Montseny

Oval rocky ridge at 19-28m off Port Balis, current-exposed and crevice-dense, sitting at the deeper end of the Maresme barra rotation.

Last updated April 2026

The dive

The boat runs 10 to 15 minutes out of Port Balis and drops anchor on top of the oval. There is no fixed buoy on this ridge. The anchor itself is the descent and ascent reference, and the centre runs a guide line across the rock so divers can find their way back. Down the line, the rock opens out at 19 to 21 metres in a shape that is rounder than the long parallel ridges that define most of this coast. The defining detail is crevice density.
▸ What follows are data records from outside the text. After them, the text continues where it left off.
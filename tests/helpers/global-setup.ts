/**
 * Starts a throw-away PostgreSQL cluster for the whole suite (unless DATABASE_URL is set) and removes
 * it afterwards. Test files create their own databases from it (see tests/helpers/db.ts).
 */
import { mkdtempSync, rmSync, chmodSync } from 'node:fs'
import os from 'node:os'
import path from 'node:path'
import type { TestProject } from 'vitest/node'
import { freePort, startCluster } from '../../scripts/pg'

export default async function setup(project: TestProject) {
  if (process.env.DATABASE_URL) {
    project.provide('pgAdminUrl', process.env.DATABASE_URL)
    return
  }
  const root = mkdtempSync(path.join(os.tmpdir(), 'pewter-test-'))
  chmodSync(root, 0o755)
  const port = await freePort()
  const cluster = await startCluster({ dataDir: path.join(root, 'pgdata'), port, db: 'pewter_test', quiet: true })
  project.provide('pgAdminUrl', cluster.url)
  return () => {
    cluster.stop()
    rmSync(root, { recursive: true, force: true })
  }
}

declare module 'vitest' {
  export interface ProvidedContext {
    pgAdminUrl: string
  }
}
The porous rock holds endless holes, ledges, and overhangs, and the dive is torch-in-hand work along that texture rather than fast travel across distance.

The plan starts at the anchor and follows one side of the oval, almost always against any current present so the return leg runs downstream. On a current day this matters: a November 2025 owner log captured a "started north with current, inconveniently" decision that turned the swim home into a slow battle. The current is episodic on this ridge, not constant, but Montseny is one of three Port Balis sites where strong current is genuinely documented. The flanks of the oval slope from the 19 metre top down to 27 to 29 metres on the sand line, so most of the working dive sits in the 22 to 26 metre band. That is why both the operating centre and the platform listings flag Nitrox rather than treat it as optional. The NE side of the anchor tends to carry richer crevice life than the SW, a planning detail that does not appear on any centre page.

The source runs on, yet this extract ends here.